Que la televisión sea un espejo de la sociedad que la contempla no es un hecho, es el abc. Bien es cierto que es difícil dilucidar si la televisión condiciona a la sociedad o es la sociedad la que condiciona la televisión. Yo me quedo con la segunda opción, habida cuenta de que bajo una lógica económica, la televisión oferta un producto al espectador. Sea como fuere, pocos análisis sociológicos son mejores que echar un vistazo a los primeros puestos de los rankings de audiencia. Si lo hacemos, nos encontraremos excrementos del pelaje de realities, telenovelas baratas, bazofia cardiaca o concursos donde el más idiota es vitoreado como genio inventor de la pólvora.

La sociedad no está enferma; es un cáncer en si misma.

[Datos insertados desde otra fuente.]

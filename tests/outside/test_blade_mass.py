"""A blade's distributed mass: the specimen's weight, and inertia in proportion to it.

Source
------
Jonkman, J., Butterfield, S., Musial, W. and Scott, G., *Definition of a 5-MW Reference Wind Turbine for Offshore System
Development*, NREL/TP-500-38060 (2009).  Table 2-1, distributed blade structural properties: data/blade_5mw.csv (49
stations, radius from 1.5 m, length 61.5 m).  Table 2-2, undistributed ones: mass 17 740 kg and second moment about the
root 11 776 047 kg·m²; first moment 363 231 kg·m and centre of mass 20.475 m are quoted from memory and not asserted.
The source scales the table by 1.04536 to reach its mass.

The integrals of the straight-line interpolant were computed independently of this project: 17 608.830 kg,
361 351.70 kg·m about the root, and 11 695 850.0 kg·m².
"""

from __future__ import annotations

from pathlib import Path

import numpy as np
import pytest
from factories import inertia_load, make_brief, make_specimen, make_weight

from rigdesign.target import build_target
from rigdesign.target.loads import mass_curve

GRAVITY = 9.80665
FACTOR = 1.04536
ROOT = 1.5
PUBLISHED_MASS = 17_740.0
MASS, FIRST, SECOND = 17_608.830, 361_351.70, 11_695_850.0


@pytest.fixture(scope="module")
def blade():
    data = np.loadtxt(Path(__file__).parent / "data" / "blade_5mw.csv", delimiter=",", skiprows=1)
    assert data.shape == (49, 6)
    weight = make_weight(data[:, 1], FACTOR * data[:, 2])
    return make_specimen(left=ROOT, right=63.0, weight=weight)


def test_mass_and_first_moment(blade):
    mass = mass_curve(blade.weight)
    assert mass.total == pytest.approx(MASS, abs=5e-4)  # the digits that were computed
    assert mass.first_moment - ROOT * mass.total == pytest.approx(FIRST, abs=5e-3)
    # The source's own sum differs: it integrates its table in its own way.
    assert mass.total == pytest.approx(PUBLISHED_MASS, rel=0.0075)


def test_second_moment(blade):
    """∫ m r² dx = 2 ∫ (first moment beyond x) dx, which integrates the curve once more."""
    mass = mass_curve(blade.weight)
    node, factor = np.polynomial.legendre.leggauss(3)  # exact for the cubics between rows
    a, b = mass.breaks[:-1, None], mass.breaks[1:, None]
    x = (a + b) / 2 + (b - a) / 2 * node
    beyond = mass.moment_beyond(x.ravel()).reshape(x.shape)
    second = 2 * float((beyond * factor * (b - a) / 2).sum())
    assert second == pytest.approx(SECOND, abs=0.1)  # the digits that were computed
    # and by the closed form of ∫ m r² over a straight piece from r, p to s, q
    r, p, s, q = (c[k] for k in (slice(-1), slice(1, None)) for c in (blade.weight.x - ROOT, blade.weight.mass))
    pieces = (s - r) / 12 * (p * (3 * r**2 + 2 * r * s + s**2) + q * (r**2 + 2 * r * s + 3 * s**2))
    assert second == pytest.approx(float(pieces.sum()), rel=1e-12)


def test_gravity_and_inertia_are_multiples_of_it(blade):
    target = build_target(make_brief(specimen=blade, loads=(inertia_load(-3.8, times=1.5),)))
    assert target.resultant == pytest.approx(-3.8 * 1.5 * GRAVITY * MASS, rel=1e-7)
    assert target.gravity.total == pytest.approx(-GRAVITY * MASS, rel=1e-7)
    assert target.net.total == pytest.approx(-4.7 * GRAVITY * MASS, rel=1e-7)
    root = np.array([ROOT])
    assert target.moment(root)[0] == pytest.approx(-5.7 * GRAVITY * FIRST, rel=1e-7)
    assert target.net.moment_beyond(root)[0] == pytest.approx(-4.7 * GRAVITY * FIRST, rel=1e-7)
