"""The proven least number of different pieces."""

from __future__ import annotations

from collections.abc import Iterator

import numpy as np
import pytest
from lever_plans import best_plan, brief_of

from rigdesign.levers import build_rig
from rigdesign.levers.marks import bound
from rigdesign.levers.marks.trials import Trials


def partitions(items: list[int]) -> Iterator[list[list[int]]]:
    """All ways to put items into groups."""
    if not items:
        yield []
        return
    first, *rest = items
    for groups in partitions(rest):
        yield [[first], *groups]
        for k in range(len(groups)):
            yield [*groups[:k], [first, *groups[k]], *groups[k + 1 :]]


def fewest_by_hand(centres: np.ndarray, reach: int) -> int:
    """Fewest groups of boxes (n, d) of half width `reach` about whole numbers that have a whole point in common."""
    return min(
        len(groups)
        for groups in partitions(list(range(len(centres))))
        if all((np.ptp(centres[group], axis=0) <= 2 * reach).all() for group in groups)
    )


@pytest.mark.parametrize("seed", range(6))
def test_the_bound_is_the_fewest_groups_of_boxes_that_meet(seed):
    centres = np.random.default_rng(seed).integers(0, 30, (7, 2))
    reach = 4
    apart = np.abs(centres[:, None] - centres[None]).max(axis=2)
    least, groups = bound.fewest_groups(apart <= 2 * reach)
    assert least == fewest_by_hand(centres, reach) == len(groups)
    assert sorted(row for group in groups for row in group) == list(range(7))
    # boxes that meet pairwise have a point in common
    assert all((np.ptp(centres[list(group)], axis=0) <= 2 * reach).all() for group in groups)


def test_with_too_many_cliques_the_bound_is_smaller_but_still_one(monkeypatch):
    centres = np.random.default_rng(1).integers(0, 30, (7, 2))
    compatible = np.abs(centres[:, None] - centres[None]).max(axis=2) <= 8
    exact, _ = bound.fewest_groups(compatible)
    monkeypatch.setattr(bound, "CLIQUES", 1)
    least, groups = bound.fewest_groups(compatible)
    assert groups == ()
    assert 1 <= least <= exact


def test_levers_are_compatible_within_twice_the_tolerance_in_whole_steps():
    rig = build_rig(best_plan(brief_of(8, levers={"drill_step": 0.004}), 8))
    pieces = rig.trees[0].pieces
    arms = np.array([(-p.ends[0].u, p.ends[1].u) for p in pieces])
    # a tolerance of 22 mm is 5 steps of 4 mm
    found = bound.could_be_alike(Trials(rig, 0.022, 1.0))
    off = np.abs(arms[:, None] - arms[None]).max(axis=2)
    assert np.array_equal(found, off <= 2 * 0.020 + 1e-6)
    assert found.any(axis=1).all()
    assert not found.all()
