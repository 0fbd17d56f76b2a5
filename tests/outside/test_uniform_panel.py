"""Uniform pressure on a rectangle with 2 × 2, 3 × 3 and 4 × 4 given places.

Source: symmetry and the equations of equilibrium alone.  Each place has the same part of the area, so that all
tributary shares are the pressure times the area over the number of places; what symmetry of the panel and its supports
maps onto one another has the same force; and each pivot carries what hangs on it, without moments about it.
"""

from __future__ import annotations

from dataclasses import replace

import numpy as np
import pytest
from factories import array, band_rules, make_brief, make_levers, make_pads, make_specimen
from hand_plan_rigs import outline, pressure

from rigdesign.brief.model import Acceptance, Brief
from rigdesign.chain import arrange
from rigdesign.checks.model import Check

LENGTH, WIDTH, PRESSURE = 2.4, 1.2, 1500.0  # m, m, Pa
EDGE = ((0.0, -0.6), (LENGTH, -0.6), (LENGTH, 0.6), (0.0, 0.6))


def panel(side: int, plates: bool) -> Brief:
    """The brief for side × side places in the middles of equal rectangles."""
    x, y = np.meshgrid((np.arange(side) + 0.5) * LENGTH / side, (np.arange(side) + 0.5) * WIDTH / side - 0.6)
    order = np.lexsort((y.ravel(), x.ravel()))
    specimen = make_specimen(support="two supports", left=0.0, right=LENGTH, supports=(0.2, LENGTH - 0.2))
    pads = make_pads(places="fixed", count=side**2, stations=array(x.ravel()[order]), width=0.08)
    rules = band_rules("moment", 0.05, 0.05) + band_rules("shear", 0.2, 0.2) + band_rules("shear across", 0.2, 0.2)
    return make_brief(
        specimen=replace(specimen, outline=outline(EDGE)),
        loads=(pressure(PRESSURE),),
        pads=replace(pads, y=array(y.ravel()[order])),
        levers=replace(make_levers(), plates=plates),
        acceptance=Acceptance(rules, (), defaulted=False, share=0.25),
    )


@pytest.fixture(scope="module", params=[(2, False), (3, True), (3, False), (4, True)], ids=str)
def found(request) -> Check:
    answer = arrange(panel(*request.param))
    assert isinstance(answer, Check)
    return answer


def test_shares_are_equal(found):
    plan = found.rig.plan
    assert plan.share == pytest.approx(np.full(plan.n_pads, PRESSURE * LENGTH * WIDTH / plan.n_pads), rel=1e-9)


def test_forces_are_as_symmetric_as_the_panel(found):
    """Also along the span, since the supports stand alike and nothing asks for torsion."""
    plan = found.rig.plan
    side = round(plan.n_pads**0.5)
    force = plan.force.reshape(side, side)
    # the least sum of squares is found to 1e-9 of the mean force at best, evenness to 1e-7
    np.testing.assert_allclose(force, force[:, ::-1], rtol=1e-5)
    np.testing.assert_allclose(force, force[::-1, :], rtol=1e-5)
    if side == 2:
        np.testing.assert_allclose(force, PRESSURE * LENGTH * WIDTH / 4.0, rtol=1e-6)


def test_drilled_forces_are_the_planned_ones_to_the_drill_step(found):
    """1 mm on arms of 200 mm and more is half a per cent, three times over in a row of pieces."""
    assert found.statics.pad_force == pytest.approx(found.rig.plan.force, rel=0.02)
    assert found.statics.pad_force.sum() == pytest.approx(PRESSURE * LENGTH * WIDTH, rel=1e-12)


def test_every_pivot_is_in_balance(found):
    """From the holes and the pads' forces alone, bottom to top."""
    (tree,) = found.rig.trees
    load = {f"pad {k}": force for k, force in enumerate(found.statics.pad_force, start=1)}
    for piece in reversed(tree.pieces):
        ends = [(load[hole.joins], hole.x - piece.pivot.x, hole.y - piece.pivot.y) for hole in piece.ends]
        size = sum(abs(force) * np.hypot(x, y) for force, x, y in ends)
        assert abs(sum(force * x for force, x, _ in ends)) <= 1e-9 * size
        assert abs(sum(force * y for force, _, y in ends)) <= 1e-9 * size
        load[piece.name] = sum(force for force, _, _ in ends)
    assert load[tree.jack.carries] == pytest.approx(tree.force, rel=1e-12)
    top = tree.pieces[0].pivot
    assert (tree.jack.x, tree.jack.y) == pytest.approx((top.x, top.y), abs=1e-9)
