"""Resultant, centroid and first moment of running loads, and Schrenk's approximation.

Sources
-------
Areas and centroids of plane shapes: Beer, F. P. and Johnston, E. R., *Vector Mechanics for Engineers: Statics*,
Fig. 5.8A (rectangle, triangle, quarter ellipse, parabolic spandrels, sine by its own integral).
The table's closed forms were checked again by integrating the formulas with sympy (`test_table_is_right`).

Schrenk, O., *A Simple Approximation Method for Obtaining the Spanwise Lift Distribution*, NACA TM 948 (1940): the
running load is the mean of the chord and of the ellipse that carries the same total.  The numbers for straight tapers
were computed from that method and are no quotation.
"""

from __future__ import annotations

import numpy as np
import pytest
import sympy as sp
from factories import make_brief, make_specimen, shape_load, table_load

from rigdesign.target import build_target

ROOT, L, W0 = 0.7, 3.2, 850.0
TIP = ROOT + L
W1, W2 = 300.0, 1150.0
PI = np.pi

# Ours are closed forms as well, so only rounding separates them.
ROUNDING = 1e-13


def _span(shape, total, **changes):
    return shape_load(shape, total, start_x=ROOT, end_x=TIP, **changes)


def _linear(start, end):
    return _span("linear", None, start=start, end=end)


# name, load, R, centroid from the root, first moment about the root, running load at xi = 0.3
TABLE = [
    ("uniform", _span("uniform", W0 * L), W0 * L, L / 2, W0 * L**2 / 2, W0),
    ("triangle, root", _span("triangular", W0 * L / 2), W0 * L / 2, L / 3, W0 * L**2 / 6, 0.7 * W0),
    ("triangle, tip", _span("triangular", W0 * L / 2, greatest="tip"), W0 * L / 2, 2 * L / 3, W0 * L**2 / 3, 0.3 * W0),
    ("trapezoid", _linear(W1, W2), L * (W1 + W2) / 2, L * (W1 + 2 * W2) / (3 * (W1 + W2)), L**2 * (W1 + 2 * W2) / 6,
     W1 + 0.3 * (W2 - W1)),
    ("quarter ellipse", _span("elliptical", PI * W0 * L / 4), PI * W0 * L / 4, 4 * L / (3 * PI), W0 * L**2 / 3,
     W0 * np.sqrt(0.91)),
    ("half parabola", _span("parabolic", 2 * W0 * L / 3), 2 * W0 * L / 3, 3 * L / 8, W0 * L**2 / 4, 0.91 * W0),
    ("spandrel", _span("power", W0 * L / 3, exponent=2.0), W0 * L / 3, L / 4, W0 * L**2 / 12, 0.49 * W0),
    ("half sine", _span("sine", 2 * W0 * L / PI), 2 * W0 * L / PI, L / 2, W0 * L**2 / PI, W0 * np.sin(0.3 * PI)),
]  # fmt: skip


@pytest.mark.parametrize(("load", "resultant", "centroid", "moment", "running"), [row[1:] for row in TABLE],
                         ids=[row[0] for row in TABLE])  # fmt: skip
def test_resultant_centroid_and_moment(load, resultant, centroid, moment, running):
    target = build_target(make_brief(specimen=make_specimen(left=ROOT, right=TIP), loads=(load,)))
    assert target.resultant == pytest.approx(resultant, rel=ROUNDING)
    assert target.centroid - ROOT == pytest.approx(centroid, rel=ROUNDING)
    assert target.moment(np.array([ROOT]))[0] == pytest.approx(moment, rel=ROUNDING)
    assert target.moment_about == pytest.approx(moment, rel=1e-12)  # a difference of two moments about x = 0
    at = np.array([ROOT + 0.3 * L])
    assert target.total.running(at, "outboard")[0] == pytest.approx(running, rel=ROUNDING)


def test_table_is_right():
    """The rows above by symbolic integration of their own shapes."""
    x = sp.symbols("x", positive=True)
    shapes = [sp.Integer(1), 1 - x, x, None, sp.sqrt(1 - x**2), 1 - x**2, (1 - x) ** 2, sp.sin(sp.pi * x)]
    for (name, _, resultant, centroid, moment, _), shape in zip(TABLE, shapes, strict=True):
        w = sp.Rational(300) + 850 * x if shape is None else 850 * shape
        area, first = sp.integrate(w, (x, 0, 1)), sp.integrate(w * x, (x, 0, 1))
        assert resultant == pytest.approx(float(area) * L, rel=1e-14), name
        assert centroid == pytest.approx(float(first / area) * L, rel=1e-14), name
        assert moment == pytest.approx(float(first) * L**2, rel=1e-14), name


# R, centroid and first moment of the two rows that no named shape of a brief gives; here as fine tables.
FORMULAS = [
    ("full parabola", lambda xi: 4 * W0 * xi * (1 - xi), 2 * W0 * L / 3, L / 2, W0 * L**2 / 3),
    (
        "cosine",
        lambda xi: W0 * np.cos(PI * xi / 2),
        2 * W0 * L / PI,
        L * (PI - 2) / PI,
        2 * W0 * L**2 * (PI - 2) / PI**2,
    ),
]


@pytest.mark.parametrize(("formula", "resultant", "centroid", "moment"), [r[1:] for r in FORMULAS],
                         ids=[r[0] for r in FORMULAS])  # fmt: skip
def test_tables_of_formulas(formula, resultant, centroid, moment):
    xi = np.linspace(0.0, 1.0, 20_001)
    load = table_load(ROOT + L * xi, formula(xi))
    target = build_target(make_brief(specimen=make_specimen(left=ROOT, right=TIP), loads=(load,)))
    # Chords of a curve: (step)² w''/12 of the load is missing, 2e-9 of it and less.
    assert target.resultant == pytest.approx(resultant, rel=3e-9)
    assert target.centroid - ROOT == pytest.approx(centroid, rel=3e-9)
    assert target.moment_about == pytest.approx(moment, rel=3e-9)


SCHRENK = {
    0.0: (0.3788732575, 1.6366198),
    0.25: (0.4122065908, 1.4366198),
    0.5: (0.4344288130, 1.3032864),
    1.0: (0.4622065908, 1.1366198),
}


@pytest.mark.parametrize("taper", SCHRENK)
def test_schrenk_on_a_straight_taper(taper):
    centroid, at_root = SCHRENK[taper]
    total = 7300.0
    load = _span("schrenk", total, chord_x=np.array([ROOT, TIP]), chord=np.array([1.3, 1.3 * taper]))
    target = build_target(make_brief(specimen=make_specimen(left=ROOT, right=TIP), loads=(load,)))
    assert target.resultant == pytest.approx(total, rel=ROUNDING)
    assert (target.centroid - ROOT) / L == pytest.approx(centroid, abs=6e-11)  # the digits of the table
    over_mean = target.total.running(np.array([ROOT, ROOT + L / 2]), "outboard") / (total / L)
    assert over_mean == pytest.approx([at_root, 1.0513289], abs=6e-8)  # the digits of the table
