"""Which pieces are the same part."""

from __future__ import annotations

from dataclasses import replace

import numpy as np
from hand_plan_rigs import make_plan_rig
from hand_rigs import make_rig, with_hole

from rigdesign.levers.marks import alike
from rigdesign.levers.marks.alike import SAME


def rig_of_three():
    """Three levers; those under the top one join pads 0.4 m apart that carry 1 : 3 and 1 : 3."""
    return make_rig([0.5, 0.9, 1.9, 2.3], [300.0, 900.0, 150.0, 450.0])


def test_levers_with_the_same_arms_are_one_part_and_the_order_is_the_rigs():
    assert alike(rig_of_three()) == (("lever 1",), ("lever 2", "lever 3"))


def test_a_lever_turned_end_for_end_is_another_part():
    rig = make_rig([0.5, 0.9, 1.9, 2.3], [300.0, 900.0, 450.0, 150.0])
    a, b = (np.abs([hole.u for hole in piece.ends]) for piece in rig.trees[0].pieces[1:])
    np.testing.assert_allclose(a, b[::-1])
    assert alike(rig) == (("lever 1",), ("lever 2",), ("lever 3",))


def test_holes_that_differ_by_less_than_can_be_drilled_are_one():
    rig = rig_of_three()
    u = rig.trees[0].pieces[2].ends[0].u
    assert len(alike(with_hole(rig, 3, "A", u=u + 0.5 * SAME))) == 2
    assert len(alike(with_hole(rig, 3, "A", u=u + 2 * SAME))) == 3
    assert len(alike(with_hole(rig, 3, "B", v=2 * SAME))) == 3


def test_where_the_frame_has_its_origin_does_not_matter():
    rig = rig_of_three()
    pieces = rig.trees[0].pieces
    moved = replace(pieces[2], holes=tuple(replace(hole, u=hole.u + 0.37) for hole in pieces[2].holes))
    again = replace(rig, trees=(replace(rig.trees[0], pieces=(*pieces[:2], moved)),))
    assert alike(again) == alike(rig)


def test_plates_are_alike_in_their_own_frames_and_mirrored_ones_are_not():
    x = np.array([0.6, 1.0, 0.9, 2.1, 2.5, 2.4])
    y = np.array([-0.2, -0.1, 0.25, -0.3, -0.2, 0.15])
    force = np.array([300.0, 500.0, 200.0, 450.0, 750.0, 300.0])
    group = ((1, 2, 3), (4, 5, 6))
    rig = make_plan_rig(x, y, force, group=group)
    assert alike(rig) == (("lever 1",), ("lever 2", "lever 3"))
    mirrored = make_plan_rig(x, np.concatenate([y[:3], -0.5 - y[3:]]), force, group=group)
    assert len(alike(mirrored)) == 3
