"""Least distances of convex solids against closed forms and against solvers of other kinds.

Closed forms: the distance of two skew lines is |(q − p)·(d × e)| / |d × e| (H. S. M. Coxeter, Introduction to
Geometry, 2nd ed., 1969, §12; from memory), of a point and a box that of the point cut off at the box.  Solvers: bounded
least squares by an active set in the boxes' own coordinates (C. L. Lawson and R. J. Hanson, Solving Least Squares
Problems, 1974, the method BVLS of SciPy), and the linear programme of a plane between two sets of points.
"""

from __future__ import annotations

import math

import numpy as np
import pytest
from scipy.optimize import linprog, lsq_linear
from scipy.spatial.transform import Rotation

from rigdesign.checks.hardware.distance import distance, distances
from rigdesign.checks.hardware.shapes import SIDES, box, cylinder

WITHIN = 1e-9  # m, what the distance is said to be good to
PRISM = 1 / math.cos(math.pi / SIDES) - 1  # how far a prism of so many sides reaches beyond its cylinder, of the radius


def boxes_apart(middle, turn, half):
    """Distance of two boxes by bounded least squares: of the points m + R t with |t| ≤ h, those nearest each other."""
    system = np.hstack([turn[0].T, -turn[1].T])
    bound = np.concatenate(half)
    found = lsq_linear(system, middle[1] - middle[0], (-bound, bound), method="bvls", tol=1e-15)
    return float(np.linalg.norm(system @ found.x - (middle[1] - middle[0])))


def plane_between(first, second):
    """Half the widest gap, along the axes, that a plane n·x = c with |n_i| ≤ 1 leaves between two sets; 0 for none."""
    rows = np.vstack([
        np.column_stack([first, -np.ones(len(first)), np.ones(len(first))]),
        np.column_stack([-second, np.ones(len(second)), np.ones(len(second))]),
    ])  # fmt: skip
    found = linprog([0, 0, 0, 0, -1], rows, np.zeros(len(rows)), bounds=[(-1, 1)] * 3 + [(None, None), (0, None)])
    return -float(found.fun)


def random_boxes(seed, n, spread):
    rng = np.random.default_rng(seed)
    for _ in range(n):
        middle = rng.uniform(-spread, spread, (2, 3))
        turn = Rotation.random(2, random_state=rng).as_matrix()
        # flats, bars and blocks: sizes over three decades
        half = 10.0 ** rng.uniform(-2.5, 0.3, (2, 3))
        yield middle, turn, half


def corners(middle, turn, half):
    return middle + box(turn, tuple(-half), tuple(half))


def test_turned_boxes_agree_with_bounded_least_squares():
    every = list(random_boxes(7, 300, 1.2))
    first = np.array([corners(m[0], r[0], h[0]) for m, r, h in every])
    second = np.array([corners(m[1], r[1], h[1]) for m, r, h in every])
    expected = np.array([boxes_apart(*each) for each in every])
    assert (expected > 0.01).sum() > 150
    assert (expected < 1e-9).sum() > 20
    # below 1e-7 the other solver cannot tell a touch from an overlap
    assert distances(first, second) == pytest.approx(expected, abs=1e-7)


def test_an_overlap_is_found_where_no_plane_lies_between():
    for middle, turn, half in random_boxes(11, 120, 1.0):
        first, second = corners(middle[0], turn[0], half[0]), corners(middle[1], turn[1], half[1])
        gap = plane_between(first, second)
        found = distance(first, second)
        # a plane that leaves 2 × gap along n with |n| ≤ √3 proves at least 2/√3 × gap
        assert found >= 2 / math.sqrt(3) * gap - WITHIN
        assert (found > 1e-8) == (gap > 1e-9)


@pytest.mark.parametrize(
    ("low", "high", "expected"),
    [
        ((0.7, 0.1, 0.1), (0.9, 0.2, 0.2), 0.2),  # face to face
        ((0.7, 0.6, 0.0), (0.9, 0.9, 0.1), math.hypot(0.2, 0.2)),  # edge to edge
        ((0.7, 0.5, 0.5), (1.0, 0.8, 0.9), math.sqrt(0.04 + 0.01 + 0.04)),  # corner to corner
        ((0.5, 0.0, 0.0), (0.9, 0.2, 0.2), 0.0),  # faces touch
        ((0.5, 0.4, 0.3), (0.9, 0.6, 0.6), 0.0),  # corners touch
        ((0.1, 0.1, 0.1), (0.2, 0.2, 0.2), 0.0),  # one inside the other
        ((0.2, -0.3, 0.1), (0.3, 0.9, 0.2), 0.0),  # one through the other
        ((0.1, 0.1, 0.35), (0.2, 0.2, 0.35), 0.05),  # a flat one without thickness
        ((0.1, 0.9, 0.35), (0.1, 0.9, 0.35), math.hypot(0.5, 0.05)),  # a point
    ],
)
def test_boxes_along_the_axes(low, high, expected):
    fixed = box(np.eye(3), (0, 0, 0), (0.5, 0.4, 0.3))
    other = box(np.eye(3), low, high)
    assert distance(fixed, other) == pytest.approx(expected, abs=WITHIN)
    assert distance(other, fixed) == pytest.approx(expected, abs=WITHIN)
    far = np.array([812.0, -455.0, 33.0])
    # 1e-12 of the place is what its own rounding leaves
    assert distance(fixed + far, other + far) == pytest.approx(expected, abs=2e-9)


def test_crossing_cylinders_are_as_far_apart_as_their_axes_less_their_radii():
    rng = np.random.default_rng(5)
    for _ in range(60):
        d, e = rng.normal(size=(2, 3))
        normal = np.cross(d, e) / np.linalg.norm(np.cross(d, e))
        apart, radii = rng.uniform(0.2, 0.5), rng.uniform(0.01, 0.09, 2)
        p = rng.uniform(-1, 1, 3)
        q = p + apart * normal + 0.2 * d - 0.1 * e
        assert abs((q - p) @ normal) == pytest.approx(apart)
        found = distance(cylinder(p - 3 * d, p + 3 * d, radii[0]), cylinder(q - 3 * e, q + 3 * e, radii[1]))
        exact = apart - radii.sum()
        # prisms about the cylinders are never farther apart, nor nearer by more than their corners
        assert exact - PRISM * radii.sum() - WITHIN <= found <= exact + WITHIN


def test_parallel_and_coaxial_cylinders():
    up = np.array([0.0, 0.0, 1.0])
    first = cylinder(0 * up, 2 * up, 0.1)
    aside = np.array([0.31, 0.0, 0.0])
    found = distance(first, cylinder(aside + 0.5 * up, aside + 3 * up, 0.05))
    assert 0.16 - PRISM * 0.15 - WITHIN <= found <= 0.16 + WITHIN
    assert distance(first, cylinder(2.3 * up, 4 * up, 0.05)) == pytest.approx(0.3, abs=WITHIN)
    assert distance(first, cylinder(0.3 * up, 0.4 * up, 0.01)) == 0.0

Si sois de la clase de gente que trasnocha (por amor al arte o por castigo), y contáis con una televisión en vuestras casas, os habréis percatado de la alarmante proliferación de concursos idiotas a altas horas de la madrugada. Estos concursos idiotas (a la espera de una denominación estandarizada y más precisa...) consisten, básicamente, en un presentador y/o presentadora tratando de persuadir a la audiencia para que llamen y puedan ganar alguno de los premios que se muestran en el expositor de atrás. Y las preguntas no son precisamente del estilo de las de Saber y Ganar, por ejemplo. Un nuevo insulto a la inteligencia del espectador.

Aunque no siempre es así...



miércoles, 14 de mayo de 2008

Traumas, Hey Jude y otras tonterías

La infancia, ese pequeño ojo de aguja. Infinito océano de posibilidades, cimiento y a la vez vórtice de la personalidad. Mucho se ha escrito sobre la infancia, sobre sus entresijos y sus efectos en la madurez, sobre su papel en la sociabilidad y en el desarrollo de las competencias cognitivas. Muchos autores han hecho hincapié en la infancia. Pero si hay un autor que más haya hecho por rescatar de la trivialidad a la infancia, sin duda ese es Freud.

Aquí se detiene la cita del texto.